1. of or at a fairly low temperature.
2. showing no friendliness towards a person or enthusiasm for an idea or project.
3. calmness; composure
4. become or make less hot.

Returning after a five-year absence (the self-described ‘quarter-life crisis’ in and outpourings of ‘I want to grow up’) Los Angeleno Colleen Green returns on hardening, snarling, sparkling form.

At times subtly channelling the utterly wondrous melodies and wide-screen observations of such ‘shehemoths’ as Belly, Julianna Hatfield, Kristen Hersh and Voice of the Beehive, Green nevertheless stamps her own authority, defiantly leaving perma-traces of middle-finger and sizeable footprints across the album.

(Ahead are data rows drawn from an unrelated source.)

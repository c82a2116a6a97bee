import { Form, href, useSearchParams } from "react-router";

/** The one box for values, jobs and moments. Works without JavaScript as a plain form. */
export function SearchBox() {
  const [params] = useSearchParams();
  return (
    <Form action={href("/search")} role="search" className="flex gap-2">
      <label className="sr-only" htmlFor="find">
        Find a value or a job
      </label>
      <input
        id="find"
        name="q"
        type="search"
        defaultValue={params.get("q") ?? ""}
        placeholder="Find a value or a job"
        autoComplete="off"
        className="min-h-11 w-full rounded border border-on-graphite-soft bg-graphite-soft px-3 text-on-graphite placeholder:text-on-graphite-soft"
      />
    </Form>
  );
}
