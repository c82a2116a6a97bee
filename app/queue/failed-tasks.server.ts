import { and, desc, eq, isNotNull, isNull, lte, or } from "drizzle-orm";
import type { Database } from "~/db.server";
import type { ShopId, TaskId } from "#drizzle/schema/ids";
import { tasks } from "#drizzle/schema/index";
import type { TaskKind } from "./add-task.server";

type InShop = Readonly<{ db: Database; shopId: ShopId }>;

/** Background work that failed: given up, or waiting for its next try. */
export function failedTasks(scope: InShop) {
  return scope.db
    .select({
      id: tasks.id,
      kind: tasks.kind,
      attempts: tasks.attempts,
      lastError: tasks.lastError,
      createdAt: tasks.createdAt,
      runAt: tasks.runAt,
      failedAt: tasks.failedAt,
    })
    .from(tasks)
    .where(and(eq(tasks.shopId, scope.shopId), isNull(tasks.doneAt), isNotNull(tasks.lastError)))
    .orderBy(desc(tasks.createdAt))
    .limit(200)
    .all()
    .map((row) => ({ ...row, kind: row.kind as TaskKind }));
}

// Not while it runs: taking its lease away would start it a second time.
const failed = (scope: InShop, id: TaskId, now: number) =>
  and(
    eq(tasks.shopId, scope.shopId),
    eq(tasks.id, id),
    isNull(tasks.doneAt),
    isNotNull(tasks.lastError),
    or(isNull(tasks.leaseUntil), lte(tasks.leaseUntil, now)),
  );

/** Tries again at once, with all tries ahead; false when no such task has failed, or it runs right now. */
export function retryTask(scope: InShop, id: TaskId, now: number): boolean {
  return (
    scope.db
      .update(tasks)
      .set({ failedAt: null, attempts: 0, runAt: now, leaseUntil: null })
      .where(failed(scope, id, now))
      .run().changes === 1
  );
}

/** Lets a task go; it stands as done with its last error. */
export function giveUpTask(scope: InShop, id: TaskId, now: number): boolean {
  return (
    scope.db
      .update(tasks)
      .set({ doneAt: now })
      .where(failed(scope, id, now))
      .run().changes === 1
  );
}
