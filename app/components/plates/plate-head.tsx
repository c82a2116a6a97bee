import type { Mark } from "~/lessons/mark";
import { appliesWords, placeWords } from "./plate-words";

/** What the plate is about: component, where on the car, what it is narrowed to. */
export function PlateHead({ mark, name }: { mark: Mark; name: string }) {
  const place = placeWords(mark);
  const applies = appliesWords(mark.applies);
  return (
    <div>
      <p className="leading-snug font-semibold">{name}</p>
      {place === "" ? null : <p className="text-sm text-ink-soft">{place}</p>}
      {applies === "" ? null : <p className="text-sm font-semibold">{applies}</p>}
    </div>
  );
}

/** What a kind's own facts do not cover: what the work needs and the note. */
export function MoreFacts({ mark }: { mark: Mark }) {
  return (
    <>
      {mark.needs === "" ? null : (
        <p className="text-sm">
          <strong>Needs:</strong> {mark.needs}
        </p>
      )}
      {mark.note === "" ? null : <p className="text-sm">{mark.note}</p>}
    </>
  );
}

On the Gordon Raphael (The Strokes) crisply-produced ‘Cool’ Green offers biting (but, never bitter) bubblegum rock, a soft veneer with a hard centre. Be it majestically masticating on premediated pontificating or alleviating the onus on ejaculation ("before/after you ...") , or whether sarcastically signposting the ins and outs of a situation, the through doors and exits, posing questions and providing punchy answers, the gloves are off as Green is resolutely breaking free from the shackles of a sour union, pointing out and outlining the many faults of the culpable, and then spitting out the now flavourless gum. Literally and metaphorically, of course.

Kicking off with ‘Someone Else’, the track has the dismissive, despatching detachment of Viv Albertine, the boot’s now on the other foot, the winning cards all held firmly now by the eventual victor. If played right.

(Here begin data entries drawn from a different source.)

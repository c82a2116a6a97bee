import { Link } from "react-router";
import type { LearnerMark } from "~/lessons/learner-lesson.server";
import { checkWords, momentDay, sourceWords, type PlateView } from "./plate-words";

/** How the metal looks: solid, hatched before its check, struck when it was stopped. */
export type Metal = "solid" | "hatched" | "struck";

const METAL: Readonly<Record<Metal, string>> = {
  solid: "plate",
  hatched: "plate plate-hatched",
  struck: "plate plate-struck",
};

/** Where the value was read and who stands for it. Stands on every plate that holds a figure. */
export function SourceLine({ of: { mark, showing } }: { of: LearnerMark }) {
  const noted = mark.kind === "tool" && mark.source === null;
  return (
    <p className="text-sm text-ink-soft">
      <span className="block">{noted ? "Size noted from the recording" : sourceWords(mark.source)}</span>
      {showing === "plain" ? null : <span className="block">{checkWords(mark, showing)}</span>}
    </p>
  );
}

/** Open doubts of others beside the value: who, when, why. */
export function Doubts({ of: { doubts }, view }: { of: LearnerMark; view: PlateView }) {
  const warnings = doubts.filter((doubt) => !doubt.stops);
  return warnings.map((doubt) => (
    <p key={doubt.doubtId} className="border-2 border-ink px-3 py-2 text-sm">
      <strong className="block">Somebody says that this looks wrong. Ask before you use it.</strong>
      {doubt.by}, {momentDay(doubt.at, view.timeZone)}: {doubt.reason}
    </p>
  ));
}

/** Shout stop: two taps from any plate. */
export function LooksWrong({ of: { mark }, name }: { of: LearnerMark; name: string }) {
  return (
    <Link
      to={`/lessons/${mark.lessonId}/values/${mark.id}/wrong`}
      className="no-print inline-flex min-h-11 items-center text-sm font-semibold lg:min-h-8"
    >
      This looks wrong<span className="sr-only">: {name}</span>
    </Link>
  );
}

/** The riveted plate around a value, with its foot: source, check, doubts and the way to say stop. */
export function PlateFrame({
  of,
  view,
  name,
  metal,
  current = false,
  ruled = false,
  lead,
  foot,
  children,
}: {
  of: LearnerMark;
  view: PlateView;
  /** What the plate is about, for people who hear it. */
  name: string;
  metal: Metal;
  current?: boolean;
  /** With a ruler's edge. */
  ruled?: boolean;
  /** Component and figure: on a wide plate they stand left of the facts. */
  lead: React.ReactNode;
  foot?: React.ReactNode;
  children?: React.ReactNode;
}) {
  return (
    <article
      aria-label={name}
      className={METAL[metal]}
      data-current={current ? "yes" : undefined}
      {...(current ? { "aria-current": "step" as const } : {})}
    >
      {ruled ? <div className="plate-ruler" aria-hidden="true" /> : null}
      <div className="plate-in">
        <div className="plate-lead">{lead}</div>
        <div className="plate-facts">
          {children}
          <Doubts of={of} view={view} />
          <SourceLine of={of} />
        </div>
        <div className="plate-foot">
          {foot}
          <LooksWrong of={of} name={name} />
        </div>
      </div>
    </article>
  );
}
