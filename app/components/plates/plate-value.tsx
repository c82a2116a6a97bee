import type { LearnerMark } from "~/lessons/learner-lesson.server";
import { Figures, type FigureSize } from "./figure";
import { figureGroups, valueLine } from "./figures";
import type { Metal } from "./plate-frame";
import { momentDay, type PlateView } from "./plate-words";

/** A value that nobody has checked: the words first, the figure as plain text. */
function UncheckedFigure({ of: { mark }, view }: { of: LearnerMark; view: PlateView }) {
  return (
    <p>
      <strong>Not yet checked.</strong> As written down: {valueLine(mark.values, view.units)}
    </p>
  );
}

/** A safety-critical value before its check: no figure reaches the page. */
export function WithheldFigure({ of: { mark } }: { of: LearnerMark }) {
  const who = mark.inkedBy === "" ? "your instructor" : mark.inkedBy;
  return <p className="text-lg font-semibold">Value waiting for check: ask {who}</p>;
}

/** A value that an instructor stopped: the place of the figure is crossed out, with who and why. */
export function StoppedFigure({ of: { mark, doubts }, view }: { of: LearnerMark; view: PlateView }) {
  const stops = doubts.filter((doubt) => doubt.stops);
  return (
    <div className="grid gap-2">
      <div className="flex items-center gap-4">
        <svg
          viewBox="0 0 96 40"
          className="h-10 w-24 shrink-0 stroke-ink"
          fill="none"
          strokeWidth={2}
          aria-hidden="true"
        >
          <rect x={1} y={1} width={94} height={38} strokeDasharray="5 4" />
          <path d="M2 38 94 2M2 2l92 36" />
        </svg>
        <p className="text-lg font-semibold">
          In doubt: do not use. Ask {mark.inkedBy === "" ? "your instructor" : mark.inkedBy}
        </p>
      </div>
      {stops.map((doubt) => (
        <p key={doubt.doubtId} className="text-sm">
          Stopped {momentDay(doubt.at, view.timeZone)} by {doubt.by}: {doubt.reason}
        </p>
      ))}
    </div>
  );
}

/** The value of a mark as far as a learner may see it. */
export function PlateValue({ of, view, size }: { of: LearnerMark; view: PlateView; size: FigureSize }) {
  switch (of.showing) {
    case "in-doubt":
      return <StoppedFigure of={of} view={view} />;
    case "withheld":
      return <WithheldFigure of={of} />;
    case "unchecked":
      return <UncheckedFigure of={of} view={view} />;
    case "checked":
    case "self-checked":
      return <Figures groups={figureGroups(of.mark.values, view.units)} size={size} />;
    case "plain":
    case "pencilled":
      return null;
    default:
      return of.showing satisfies never;
  }
}

/** How the metal of a plate with a figure looks. */
export function metalOf(showing: LearnerMark["showing"]): Metal {
  return showing === "in-doubt" ? "struck" : showing === "unchecked" ? "hatched" : "solid";
}
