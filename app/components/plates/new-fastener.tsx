/** The old fastener is scrap: its shape crossed out, and the words. */
export function NewFastener({ words = "NEW FASTENER" }: { words?: string }) {
  return (
    <p className="inline-flex items-center gap-2 font-figure text-xl leading-none font-semibold">
      <svg viewBox="0 0 40 28" className="h-8 w-11 shrink-0" fill="none" aria-hidden="true">
        {/* A bolt from the side: head, washer face, shank with thread. Crossed out on a clear edge. */}
        <path d="M2 5h9v18H2zM11 3h3v22h-3zM14 9h22l2.5 2.5v5L36 19H14z" className="fill-ink" />
        <path d="M30 9v10M34 9v10" className="stroke-sheet" strokeWidth={1.6} />
        <path d="M14 28 30 0" className="stroke-sheet" strokeWidth={6.5} />
        <path d="M14 28 30 0" className="stroke-ink" strokeWidth={3} />
      </svg>
      {words}
    </p>
  );
}

/** A left-hand thread turns the other way; said in capitals, with the turn drawn. */
export function LeftHandThread() {
  return (
    <p className="inline-flex items-center gap-2 font-figure text-xl leading-none font-semibold">
      <svg
        viewBox="0 0 28 28"
        className="h-8 w-11 shrink-0 stroke-ink"
        fill="none"
        strokeWidth={2.4}
        aria-hidden="true"
      >
        {/* Tightens against the clock. */}
        <path d="M6 8a10 10 0 1 1-1 11" />
        <path d="M5.500 1.500 5.500 8.500 12.500 8.500" />
      </svg>
      LEFT-HAND THREAD
    </p>
  );
}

If The Stooges wanted to be ‘your’ dog, to be tongue-waggingly servile and held tightly on a leash then Green’s philosophical paean to the life of a canine is more sedate and envious, a dog’s life something to cherish. The road as a path to take, to travel, unravel, a route to adhere to (if desired) informs the call-and-response of ‘Highway’.

The meditative, metronomic, motorik beat (c.f. Can, Neu, Cluster et al) has become a standard trope nowadays, many a lazy appropriation seeking to up-tempo a bog-average down-at-heel song. However, ‘Natural Chorus’ is a superior specimen, high-five sci-fi sonics set to a story of resonance and (en)trance-dance.

‘It’s nice to be nice is’ a karmic new-wave machine, its simplistic surface message belying the deep undercurrent that benevolence can provide. To each and everyone.

They say a change is as good as a rest and in Colleen Green’s case that’s nailed on. Cool, calm, collected and in complete control.